March 9, 2018

The Power of Women

        March and Women’s History Month seems an appropriate time to feature the “Power of Women” theme, which was very popular in late medieval and Renaissance art.  With my twenty-first century feminist sensibilities, I think of the Power of Women as being surely a good thing, but it was definitely more worrisome for Renaissance viewers.  Subjects were generally legendary historical women who took on roles of men or reversed roles of women, and while some of these women were considered to be virtuous and heroic, most were exemplars of how destructive it is when women wield power.  The message was that even the most heroic of men can be manipulated and brought low by the cunning and seductive wiles of a strong woman.  The stories served to reinforce the patriarchal social system by illustrating the terrible consequences, and in some cases the ridiculousness that surely would ensue whenever women took on the roles and power of men.  Subjects included Eve tempting Adam, Delilah betraying Samson, Salome having John beheaded, Jael killing Sisera, Judith killing Holofernes, Phyllis riding Aristotle, and other such scenes from history and classical literature, plus, for comic relief, genre images of hen-pecked husbands.  On the one hand, the whole theme clearly betrayed a fear of strong women and a vilification of women’s sexuality, but on the other hand, some of the subjects, such as Jael and Judith, are held up as virtuous heroines.

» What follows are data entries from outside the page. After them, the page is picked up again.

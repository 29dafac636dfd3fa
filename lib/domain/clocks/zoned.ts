import { DateTime } from 'luxon'
import type { CivilDate } from '@/lib/domain/clocks/civil-date'

/** The civil date and local `HH:MM:SS` of an instant in a zone. */
export function localOf(at: string, zone: string): { on: CivilDate; time: string } {
  const local = DateTime.fromISO(at, { zone })
  if (!local.isValid) throw new RangeError(`"${at}" in zone "${zone}" is no instant.`)
  return { on: local.toFormat('yyyy-MM-dd'), time: local.toFormat('HH:mm:ss') }
}

/**
 * The last instant of a due date: the closing hour, or the end of the day without one, which is
 * the next midnight.
 *
 * A closing hour that a daylight-saving change skips moves forward with the clock; one that
 * occurs twice is the first.
 */
export function closingInstant(on: CivilDate, closesAt: string | null, zone: string): string {
  const key = `${on} ${closesAt} ${zone}`
  const known = closings.get(key)
  if (known) return known
  const day = DateTime.fromISO(on, { zone })
  const end = closesAt
    ? DateTime.fromISO(`${on}T${closesAt}:00`, { zone })
    : day.plus({ days: 1 }).startOf('day')
  if (!end.isValid)
    throw new RangeError(`"${on}" at "${closesAt}" in zone "${zone}" is no instant.`)
  const made = end.toUTC().toISO()
  if (closings.size >= mostClosings) closings.clear()
  closings.set(key, made)
  return made
}

// Asking a zone for its offset is most of the time of a schedule, and requests share their days.
const closings = new Map<string, string>()
const mostClosings = 20_000

/** The instant of a local date and `HH:MM` in a zone. */
export function instantOf(on: CivilDate, time: string, zone: string): string {
  return closingInstant(on, time, zone)
}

        The illustrations of these Power of Women stories were often fairly standardized so that they were easily recognizable.  I guess that means less scope for the artists to get creative, but there are still some amazing wood block prints among them.  The Power of Women was an especially popular theme for prints, and such prints seem to have been displayed in both public buildings and private homes (despite often having distinctly erotic undertones).  Lucas van Leydan (Netherlands, 1494-1533) is famous for having made two woodcut series on the Power of Women, as well as exploring some of the Power of Women stories in separate pieces.  So today I have for you a few of his masterful illustrations on the theme.

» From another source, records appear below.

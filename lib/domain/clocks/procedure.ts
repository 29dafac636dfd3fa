/** The shape of a procedure: a utility's interconnection rules as data. */

export type PartyRole =
  'applicant' | 'operator' | 'wires_owner' | 'affected_system' | 'load_utility' | 'regulator'
export type StepParty = PartyRole | 'both' | 'other'
/**
 * `anytime`: as often as it is recorded, each a numbered round. `recurring`: once for each round
 * of the anytime step that starts it.
 */
export type StepKind = 'normal' | 'window' | 'gate' | 'anytime' | 'recurring'
export type Unit = 'business_day' | 'calendar_day' | 'month' | 'year'
export type Direction = 'after' | 'before'
export type Roll = 'none' | 'next_business_day' | 'previous_business_day'
/** Which date of a fact a reference reads. */
export type DateBasis = 'sent' | 'received' | 'due' | 'scheduled'
/**
 * `same` is the default inside one loop and from a recurring step to what it follows, `latest`
 * everywhere else.
 */
export type InstanceRef = 'same' | 'latest' | 'previous'

export interface StepRef {
  step: string
  instance?: InstanceRef
  /** The reference counts only when the step closed with one of these outcomes. */
  outcome?: string[]
  date?: DateBasis
}

export type Expr =
  | { outcome: string; in: string[]; instance?: InstanceRef }
  | { done: string; instance?: InstanceRef }
  | { term: string; op: '<' | '<=' | '>' | '>=' | '=' | '!='; value: string | number | boolean }
  | { instanceAbove: number }
  | { all: Expr[] }
  | { any: Expr[] }
  | { not: Expr }

export interface StartRule {
  mode: 'any' | 'all'
  of: StepRef[]
}

export interface ClockRule {
  when?: Expr
  length: number
  unit: Unit
  direction?: Direction
  /** Counted from here instead of from the start of the step. */
  from?: StepRef
  includeStart?: boolean
  /**
   * What it counts from is no receipt (a window, a meeting, a tender): that day is day 0 as it
   * stands, whatever the utility's rule for what it receives on a closed day or after hours.
   */
  fromDayItself?: boolean
  roll?: Roll
  /** False: the clock runs to the end of the day, not to the closing hour. */
  closesAtHour?: boolean
  /** Whose business days count; the utility that runs the procedure if left out. */
  calendar?: PartyRole
  /** The due date is never after the due date or event of this step. */
  neverAfter?: StepRef
  notBefore?: StepRef
  /** Where missing this alternative has another consequence than missing the step. */
  onMiss?: Consequence
}

export type MwTerm = 'requestedMw' | 'studiedMw' | 'grantedMw' | 'installedMw'

/** A bracket by MW: from the edge of the one before up to, but not at, its own edge. */
export interface MwBracket {
  /** Left out in the last, which has no upper edge. */
  belowMw?: number
  plusMinor?: number
  perMwMinor?: number
}

/**
 * An amount owed, in integer minor units, as data.
 *
 * `share` is of the network upgrade cost assigned to the request: a total to reach, less what is
 * held on the same account. `mw` names the megawatts that count, the requested ones if left out.
 */
export type MoneyRule =
  | { kind: 'fixed'; amountMinor: number }
  | {
      kind: 'per_mw'
      perMwMinor: number
      plusMinor?: number
      atLeastMinor?: number
      atMostMinor?: number
      mw?: MwTerm
    }
  | { kind: 'per_kw'; perKwMinor: number; plusMinor?: number; mw?: MwTerm }
  | { kind: 'bracketed'; brackets: MwBracket[]; mw?: MwTerm }
  | { kind: 'multiple'; times: number; of: MoneyRule }
  | { kind: 'share'; percent: number }

export interface ObligationRule {
  key: string
  title: string
  what: 'document' | 'data' | 'site_control' | 'money' | 'act'
  target?: MoneyRule
  /**
   * Postings to all obligations of one account count together, so that a later target is a total
   * to reach: what earlier steps hold is taken off.
   */
  account?: string
  /** Until when what is posted comes back, in words. */
  refundable?: string
  owner?: OwnerRole
  leadBusinessDays?: number
}

export type OwnerRole = 'developer' | 'engineer' | 'liaison' | 'executive' | 'administrator'

export interface OutcomeRule {
  key: string
  title: string
}

export type MissEffect =
  | 'withdrawn'
  | 'withdrawn_on_notice'
  | 'cure'
  | 'extension'
  | 'track'
  | 'presumed'
  | 'penalty'
  | 'duty'

export interface Consequence {
  effect: MissEffect
  /** In words: what follows. */
  say: string
  /** In words: what to do first. */
  first?: string
  /** The outcome that is presumed once the clock has run out. */
  outcome?: string
}

export interface RuleSource {
  id?: string
  document: string
  section: string
  /** read: read in the rule; adapted: read in an adapted text; from_memory: not verified. */
  basis: 'read' | 'adapted' | 'from_memory'
  confidence?: 'high' | 'medium' | 'low'
  note?: string
}

export interface Step {
  key: string
  title: string
  /** For labels on drawings. */
  short?: string
  stage: string
  party: StepParty
  /** Whose hour and receipt rule hold for what the applicant sends; the operator if left out. */
  to?: PartyRole
  kind: StepKind
  needs?: Expr
  /** Needed only by some outcomes, but drawn ahead as the way a request usually goes. */
  expected?: boolean
  /** Left out: the step is open from the start of the application. */
  start?: StartRule
  /** Closed as overtaken once one of these steps is done, whether or not it was recorded. */
  overtakenBy?: string[]
  clocks: ClockRule[]
  obligations?: ObligationRule[]
  outcomes: OutcomeRule[]
  onMiss: Consequence
  owner?: OwnerRole
  evidence?: string
  typical?: { shortest: number; likely: number; longest: number }
  source: RuleSource
}

export interface Loop {
  key: string
  scope: string[]
  /** A further instance of the scope begins when this step closes with this outcome. */
  again: { step: string; outcome: string }
  max?: number
}

export interface ProcedureBody {
  key: string
  title: string
  stages: string[]
  steps: Step[]
  loops: Loop[]
  /** The step that makes a draft a filed request. */
  filedStep: string
  /** The step that puts the facility in operation. */
  operationStep?: string
}

/** The step of that key. @throws RangeError when the procedure has none. */
export function stepOf(body: ProcedureBody, key: string): Step {
  const step = body.steps.find((candidate) => candidate.key === key)
  if (!step) throw new RangeError(`The procedure ${body.key} has no step "${key}".`)
  return step
}

/** The loop whose scope holds the step, if any. */
export function loopOf(body: ProcedureBody, key: string): Loop | undefined {
  return body.loops.find((loop) => loop.scope.includes(key))
}
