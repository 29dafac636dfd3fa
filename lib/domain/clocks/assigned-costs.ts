import type { CivilDate } from '@/lib/domain/clocks/civil-date'
import { effectiveFacts, type AssigningStudy, type Fact } from '@/lib/domain/clocks/facts'
import { eventDate } from '@/lib/domain/clocks/stops'

/** Network upgrade cost assigned to the request by a study, as it was told. */
export interface AssignedCost {
  factId: string
  amountMinor: number
  by: AssigningStudy | null
  /** The day of the report; null when it was not recorded. */
  on: CivilDate | null
}

/**
 * Every assigned cost in force, the first assigned first. They are `changed` facts whose terms
 * carry `assignedCostMinor`; one asked for or refused assigns nothing. A cost without a date
 * counts as assigned before all that have one.
 */
export function assignedCosts(facts: readonly Fact[]): AssignedCost[] {
  return effectiveFacts(facts)
    .filter(isTold)
    .flatMap((fact) => {
      const { assignedCostMinor: amountMinor, assignedBy: by = null } = fact.body.terms ?? {}
      if (amountMinor === undefined || !Number.isSafeInteger(amountMinor)) return []
      return [{ factId: fact.id, amountMinor, by, on: eventDate(fact) ?? null }]
    })
    .sort((a, b) => (a.on ?? '').localeCompare(b.on ?? ''))
}

/** The cost assigned by the end of a day, the latest of all without one; null where none was. */
export function assignedCostOn(
  costs: readonly AssignedCost[],
  on: CivilDate | null,
): AssignedCost | null {
  return costs.findLast((cost) => on === null || cost.on === null || cost.on <= on) ?? null
}

/** The cost before the latest, to tell by how much it rose. */
export function assignedBefore(costs: readonly AssignedCost[]): AssignedCost | null {
  return costs.at(-2) ?? null
}

/** Changes that hold: neither only asked for nor refused. */
function isTold(fact: Fact): boolean {
  const { decision } = fact.body
  return fact.kind === 'changed' && decision !== 'asked' && decision !== 'refused'
}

        First up is the most amusing: Phyllis riding Aristotle.  The story goes that Aristotle taught Phyllis’s husband or lover (Alexander the Great) that in order to concentrate on philosophy, he should forego relations with women.  In revenge, Phyllis seduced Aristotle and convinced him to let her ride him like a horse.  This is a story with which artists have had a lot of fun, and the images vary widely depending on whether the emphasis is on the humiliation, or the eroticism, or the humor.  I could probably do a whole post on different versions… but not today.  Van Leyden’s is relatively straightforward and neutral in tone, but very attractively and clearly composed - not too busy, but with plenty of interesting detail.  I love Phyllis’s
wild, luxuriant hair, and the lovely folds of her dress and Aristotle’s robes - not too easy to crawl in.  It was the disheveled hair, by the way, that helped Phyllis seduce the old philosopher.

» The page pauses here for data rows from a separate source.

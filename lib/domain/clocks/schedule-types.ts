import type { BusinessCalendar } from '@/lib/domain/clocks/calendar'
import type { CivilDate } from '@/lib/domain/clocks/civil-date'
import type { DerivationLine } from '@/lib/domain/clocks/derivation'
import type { Terms } from '@/lib/domain/clocks/facts'
import type {
  Consequence,
  OwnerRole,
  PartyRole,
  RuleSource,
  StepKind,
  StepParty,
} from '@/lib/domain/clocks/procedure'

export const statuses = [
  'waiting',
  'open',
  'stopped',
  'done',
  'not_needed',
  'waived',
  'closed',
] as const
export type Status = (typeof statuses)[number]

/** How one organization on the application counts. */
export interface OrganizationRules {
  name: string
  zone: string
  /** Local `HH:MM`; null: to the end of the day. */
  closesAt: string | null
  receiptRule: 'as_is' | 'next_business_day'
  /** A letter counts as received this many calendar days after it was sent. */
  deemedReceivedDays: number | null
  calendar: BusinessCalendar
}

/** Who is on the application, by role; `operator` must be there. */
export type Parties = Partial<Record<PartyRole, OrganizationRules>> & {
  operator: OrganizationRules
}

export interface ScheduledItem {
  step: string
  instance: number
  /** Empty for the step itself. */
  obligation: string
  title: string
  /** For labels on drawings. */
  short: string | null
  stage: string
  party: StepParty
  kind: StepKind
  /** Drawn on the step line: done, running, or on the usual way ahead. */
  onLine: boolean
  ownerRole: OwnerRole | null
  consequence: Consequence
  status: Status
  /** Counted from a booked, forecast or presumed date. */
  provisional: boolean
  outcome: string | null
  startOn: CivilDate | null
  dueOn: CivilDate | null
  /**
   * ISO instant at which the day to work to closes for the receiving party: the earlier of
   * `dueOn` and `statedDueOn`.
   */
  dueAt: string | null
  zone: string
  statedDueOn: CivilDate | null
  startBy: CivilDate | null
  doneOn: CivilDate | null
  doneLate: boolean | null
  /** False: done on the due date without an hour; counted as in time. */
  hourRecorded: boolean | null
  moneyTargetMinor: number | null
  moneyHeldMinor: number | null
  source: RuleSource
  derivation: DerivationLine[]
  position: number
}

export interface Schedule {
  items: ScheduledItem[]
  terms: Terms
  /** Facts that no longer fit the procedure as it stands, shown beside the step line. */
  stranded: { factId: string; reason: string }[]
  standing: 'preparing' | 'filed' | 'in_operation' | 'withdrawn'
  stage: string
}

        Next up, Salome presenting the head of John the Baptist to Herod and Herodias.  This is not a picture I would want on the wall of my house, but one interesting thing about the composition is that the scene visible out the window is John about to be beheaded.  Obviously these two elements of the picture couldn’t be happening all at once, so it’s an interesting way to get an extra story element into the scene.  Too bad Van Leyden didn’t manage to get Salome’s dance in there somewhere, too.  I do like her posture, and the tassels on the canopy are quite elegant, as well.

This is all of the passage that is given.